Negli ultimi è progressivamente cresciuto il peso di prodotti di investimento nei portafogli della clientela al dettaglio (retail) prima, di fatto, riservati solo a clienti istituzionali o professionali. Il cosiddetto processo di retailisation ha condotto a un cambiamento profondo nella creazione e distribuzione di prodotti finanziari connotati da profili di complessità, comportando, di conseguenza, una maggiore attenzione da parte delle autorità di vigilanza dei sistemi finanziari.

di Flavio Talarico - 26 Agosto 2014 - 6'

Negli ultimi anni è progressivamente cresciuto il peso di prodotti di investimento nei portafogli della clientela al dettaglio (retail) prima, di fatto, riservati solo a clienti istituzionali o professionali. Il cosiddetto processo di retailisation ha condotto a un cambiamento profondo nella creazione e distribuzione di prodotti finanziari connotati da profili di complessità, comportando, di conseguenza, una maggiore attenzione da parte delle autorità di vigilanza dei sistemi finanziari.

Cos’è un prodotto finanziario complesso? Dalla lettura congiunta dei documenti dell’Esma (European Securities and Markets Authority) e della disciplina Mifid gli elementi emersi che connotano il profilo di complessità di un prodotto finanziario sono: la presenza di elementi opzionali (relativi a uno o più fattori di rischio), condizioni e/o meccanismi di amplificazione dell’andamento sottostante (effetto leva) nella formula di determinazione del pay-off del prodotto; la limitata osservabilità del sottostante e l’illiquidità o la difficoltà di liquidabilità dell’investimento.

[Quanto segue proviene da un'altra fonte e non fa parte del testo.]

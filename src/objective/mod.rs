//! The ranking objective as a list of terms, one file per goal.
//!
//! Every term says where its points come from ([`Scope`]): each part (pieces, capacitance,
//! cost), the build's stock lines, or the circuit's figures (gain error, offset). A term gives
//! its exact points and, for circuit terms, a lower bound over intervals of the values still
//! open; the search's part points, the generic plan's bounds, the leaf check, the MILP
//! objective and the analysis's score all read [`TERMS`], so they cannot drift apart. The
//! linear models of the circuit terms for the MILP engine come with each circuit's hand-tuned
//! plan (`SearchPlan::log_model`), since they are written on the circuit's own equations.
//!
//! Adding a goal: a file here implementing [`Term`], its line in [`TERMS`], and its key in
//! `vocab::Goal` (DEVELOPERS.md, "Adding a goal").

pub mod capacitance;
pub mod cost;
pub mod divider_current;
pub mod gain;
pub mod lines;
pub mod noise;
pub mod offset;
pub mod part_count;
pub mod term;

pub use term::{Figures, NetworkFigure, Networks, Scope, Term};

use crate::build::Piece;
use crate::interval::Iv;
use crate::spec::Spec;
use crate::vocab::{Goal, PartKind};

/// The objective: every term, in the order their points are summed.
pub const TERMS: &[&dyn Term] = &[
    &gain::GainError,
    &offset::Offset,
    &part_count::PartCount,
    &lines::BomLines,
    &capacitance::Capacitance,
    &cost::Cost,
    &noise::Noise,
    &divider_current::DividerCurrent,
];

fn of_scope(scope: Scope) -> impl Iterator<Item = &'static dyn Term> {
    TERMS.iter().copied().filter(move |t| t.scope() == scope)
}

/// The points of one part, summed over the part terms (the search scores every realisation
/// with this one function, so its figures agree with the score to the last bit).
pub fn part_points(spec: &Spec, kind: PartKind, a: &Piece, b: Option<&Piece>, locked: bool) -> f64 {
    of_scope(Scope::Part).fold(0.0, |acc, t| acc + t.part_points(spec, kind, a, b, locked))
}

/// The points of `lines` distinct stock lines.
pub fn line_points(spec: &Spec, lines: usize) -> f64 {
    of_scope(Scope::Line).fold(0.0, |acc, t| acc + t.line_points(spec, lines))
}

/// The points one more stock line adds (the line terms are linear in the count).
pub fn line_weight(spec: &Spec) -> f64 {
    line_points(spec, 1)
}

/// The exact points of the circuit terms.
pub fn circuit_points(spec: &Spec, figures: &Figures<f64>) -> f64 {
    of_scope(Scope::Circuit).fold(0.0, |acc, t| acc + t.circuit_points(spec, figures))
}

/// A lower bound of the circuit terms over intervals of figures.
pub fn circuit_bound(spec: &Spec, figures: &Figures<Iv>) -> f64 {
    of_scope(Scope::Circuit).fold(0.0, |acc, t| acc + t.circuit_bound(spec, figures))
}

/// Whether a term of this goal has any weight (a zero-weight term adds nothing anywhere).
pub fn weighs(spec: &Spec, goal: Goal) -> bool {
    spec.goals.weight(goal) != 0.0
}

#[cfg(test)]
mod tests {
    use super::*;

    #[test]
    fn every_goal_has_exactly_one_term() {
        for goal in Goal::ALL {
            assert_eq!(
                TERMS.iter().filter(|t| t.goal() == goal).count(),
                1,
                "{goal:?}"
            );
        }
        assert_eq!(TERMS.len(), Goal::ALL.len());
    }
}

L’importanza del tema è andata via via aumentando parallelamente alla crescita costante, negli ultimi sei anni, dell’emissione di nuovi prodotti ‘strutturati’ rivolti alla clientela retail. Nel 2012 il totale di questi prodotti emessi ha superato il milione di unità rispetto alle 175.000 del 2007, per un controvalore di 770 miliardi di euro. Si registra una particolare concentrazione di tali strumenti in determinati mercati: Italia, Germania, Belgio e Francia.

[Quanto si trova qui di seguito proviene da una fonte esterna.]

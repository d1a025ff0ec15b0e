//! The noise goal: points per dB of the build's mid-band input-referred noise density above
//! the thermal noise of the source's own resistance, so that the ranking chooses an impedance
//! level for a reason (issue 12).
//!
//! The figure (`Figures::noise`) is the noise power density referred to the source EMF at
//! mid-band — capacitors shorted, ideal op-amp — of every resistor's thermal noise and the
//! op-amp's e_n and i_n, each circuit's closed form of the sums in `analysis::noise` (a test
//! there holds them together). In dB above 4kT·R_s it is the spot noise figure of the stage
//! (Friis 1944, "noise factor", any noise text); with an ideal source (R_s = 0) the reference
//! is the thermal noise of [`REFERENCE_RESISTANCE`] instead, and a build quieter than that
//! scores nothing. The points, `w · max(0, 10·log10(e² / 4kT·R_ref))`, rise with the density,
//! so the bound over a box of values is the points at the box's least density.

use super::term::{Figures, Scope, Term};
use crate::interval::Iv;
use crate::spec::Spec;
use crate::vocab::Goal;

/// Boltzmann constant, J/K: exact in the 2019 SI (SI Brochure, 9th edition).
pub const BOLTZMANN: f64 = 1.380649e-23;

/// Temperature of the noise figures, K: 300 K, the round room temperature noise texts use
/// (common practice).
pub const DEFAULT_TEMPERATURE: f64 = 300.0;

/// The resistance whose thermal noise is the reference when the source has none: 1 kΩ,
/// 4.07 nV/√Hz at 300 K, about the voltage noise of a quiet general-purpose op-amp (common
/// practice, from memory).
pub const REFERENCE_RESISTANCE: f64 = 1e3;

/// 4kT at the noise figures' temperature, V²/(Hz·Ω) (Johnson–Nyquist).
pub fn four_kt() -> f64 {
    4.0 * BOLTZMANN * DEFAULT_TEMPERATURE
}

/// The op-amp's noise powers (e_n², i_n²), V²/Hz and A²/Hz; 0 for a figure the spec omits.
pub fn amplifier_powers(spec: &Spec) -> (f64, f64) {
    let a = &spec.amplifier;
    (
        a.noise_voltage.unwrap_or(0.0).powi(2),
        a.noise_current.unwrap_or(0.0).powi(2),
    )
}

/// The reference density 4kT·R_ref, V²/Hz: the source resistance's, or
/// [`REFERENCE_RESISTANCE`]'s with an ideal source.
pub fn reference(spec: &Spec) -> f64 {
    let r = if spec.source_resistance > 0.0 {
        spec.source_resistance
    } else {
        REFERENCE_RESISTANCE
    };
    four_kt() * r
}

/// dB of a mid-band input noise power density (V²/Hz) above the reference.
pub fn db_above_reference(spec: &Spec, density: f64) -> f64 {
    10.0 * (density / reference(spec)).log10()
}

/// The points of a mid-band input noise power density (V²/Hz): `noise` points per dB above
/// the reference, none below it.
pub fn points(spec: &Spec, density: f64) -> f64 {
    let w = spec.goals.weight(Goal::Noise);
    if w == 0.0 {
        return 0.0;
    }
    w * db_above_reference(spec, density).max(0.0)
}

/// `noise`: points per dB of mid-band input-referred noise above the source's thermal noise.
pub struct Noise;

impl Term for Noise {
    fn goal(&self) -> Goal {
        Goal::Noise
    }
    fn scope(&self) -> Scope {
        Scope::Circuit
    }
    fn circuit_points(&self, spec: &Spec, f: &Figures<f64>) -> f64 {
        points(spec, f.noise)
    }
    fn circuit_bound(&self, spec: &Spec, f: &Figures<Iv>) -> f64 {
        points(spec, f.noise.lo.max(0.0))
    }
}

#[cfg(test)]
mod tests {
    use super::*;

    fn spec(extra: &str) -> Spec {
        Spec::from_toml(&format!(
            "[stage]\nkind = \"inverting\"\nsupply = \"9 V\"\ngain = -10\nload = \"10k\"\n\
             band = [\"20 Hz\", \"20 kHz\"]\n{extra}"
        ))
        .unwrap()
    }

    #[test]
    fn points_per_db_above_the_source_resistance() {
        // Twice the source's own noise power is 3.01 dB (10·log10 2): 0.1505 points at the
        // default 0.05 per dB.
        let s = spec("source_resistance = \"2k\"\n");
        let p = points(&s, 2.0 * four_kt() * 2e3);
        assert!((p - 0.05 * 10.0 * 2f64.log10()).abs() < 1e-12, "{p}");
        // The source's noise alone: 0 dB, no points.
        assert!(points(&s, four_kt() * 2e3).abs() < 1e-12);
    }

    #[test]
    fn an_ideal_source_is_measured_against_one_kilohm_and_clamped() {
        let s = spec("");
        assert_eq!(points(&s, four_kt() * 500.0), 0.0);
        let p = points(&s, four_kt() * 10e3);
        assert!((p - 0.5).abs() < 1e-12, "10 dB above 1 kΩ: {p}");
    }

    #[test]
    fn zero_weight_scores_nothing() {
        let s = spec("[goals]\nnoise = 0\n");
        assert_eq!(points(&s, 1.0), 0.0);
    }

    fn figures<T: Copy>(x: T, noise: T) -> Figures<T> {
        Figures {
            gain: x,
            input_resistance: x,
            offset: x,
            dc_out: x,
            dc_error: x,
            bias_current: None,
            networks: Default::default(),
            noise,
            cm_ratio: None,
            matched_gain: None,
        }
    }

    #[test]
    fn the_bound_is_the_points_at_the_least_density() {
        let s = spec("");
        let (lo, hi) = (four_kt() * 5e3, four_kt() * 50e3);
        let bound = Noise.circuit_bound(&s, &figures(Iv::point(1.0), Iv::new(lo, hi)));
        assert!((bound - Noise.circuit_points(&s, &figures(1.0, lo))).abs() < 1e-12);
        assert!(bound <= Noise.circuit_points(&s, &figures(1.0, hi)));
    }
}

A cosa è dovuto questo aumento? Da una parte, l’ingegneria finanziaria ha certamente fornito negli anni risposte a specifiche esigenze, consentendo l’accesso a classi d’attività finanziarie, segmenti del mercato e strategie di investimento prima non disponibili agli investitori privati in un contesto, come quello attuale, caratterizzato da bassi tassi di interesse che ha incentivato la clientela al dettaglio a ricercare rendimenti, anche attraverso strumenti non tradizionali. Dall’altra, come dimostrato da recenti studi, la complessità non sempre è funzionale agli specifici bisogni della clientela retail, ma spesso è volta a generare una maggiore profittabilità per gli emittenti e i distributori.

Ciò ha però aumentato i rischi, soprattutto in termini di protezione del consumatore. Livelli di complessità elevata nell’offerta di prodotti, infatti, hanno accresciuto le difficoltà di comprensione delle caratteristiche e dei rischi dalle operazioni finanziarie poste in essere inficiando sulla capacità dei risparmiatori di assumere decisioni consapevoli. L’investimento in prodotti complessi, infatti, richiede capacità, conoscenze e attività di monitoraggio spesso non alla portata degli investitori al dettaglio.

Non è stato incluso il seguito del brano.